Exercises

Exercises#

First, we must create NumPy arrays to storage each of the three columns of data in the table.

import numpy as np

p = np.array([5020, 60370, 20110, 46940, 362160])
V = np.array([0.8, 0.2, 1.0, 0.6, 0.1])
T = np.array([200, 600, 1000, 1400, 1800])

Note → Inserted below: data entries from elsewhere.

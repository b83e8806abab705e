/**
 * What both file readers (CSV and XLSX) yield: one row at a time, numbered as a spreadsheet program would number it,
 * so that an error message can point the user at the right row.
 */

export interface SheetRow {
  /** 1-based row number as a spreadsheet shows it (the first line or row of the file or sheet is 1). */
  row: number;
  /** Cell texts, left to right; missing cells are empty strings. */
  values: string[];
}

export interface ReadOptions {
  /** Bytes per read from the file (CSV) or per piece of decompressed XML (XLSX). Small values are for tests. */
  chunkSize?: number;
  /** The file as the user wrote it, for messages. Defaults to the path. */
  displayPath?: string;
}

/** True when every value is blank (empty or whitespace only). */
export function isBlankRow(values: readonly string[]): boolean {
  return values.every((v) => v.trim() === '');
}
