import { createHash } from 'node:crypto';
import { createReadStream } from 'node:fs';

/** SHA-256 (FIPS 180-4) of a file's bytes, hex, read as a stream so memory does not grow with the file. */
export async function sha256File(path: string): Promise<string> {
  const hash = createHash('sha256');
  for await (const chunk of createReadStream(path)) hash.update(chunk as Buffer);
  return hash.digest('hex');
}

Now we plot, \(p\) against \(T\).

import matplotlib.pyplot as plt

plt.plot(T, p, 'o')
plt.xlabel('$T$')
plt.ylabel('$p$')
plt.show()

Then \(V\) against \(T\)

plt.plot(T, V, 'o')
plt.xlabel('$T$')
plt.ylabel('$V$')
plt.show()

Finally, \(pV\) against \(T\).

plt.plot(T, p * V, 'o')
plt.xlabel('$T$')
plt.ylabel('$pV$')
plt.show()

There is a clear linear relationship between \(pV\) and \(T\), the ideal gas relation.

We can now calculate \(n\) for each data point by rearranging the ideal gas law to read,

\[ n = \frac{pV}{RT} \]

and we can use NumPy array to perform this mathematics.

from scipy.constants import R

n = p * V / (R * T)

print(n)

[2.41506889 2.42028069 2.41867706 2.41953615 2.41987978]

We can then find the mean \(n\) and standard error as follows,

mean = np.mean(n)
std_err = np.std(n) / len(n)

print(mean, std_err)

2.4186885144192245 0.0003770883148466002

Note that the len() function will return the number of items in a list as an int.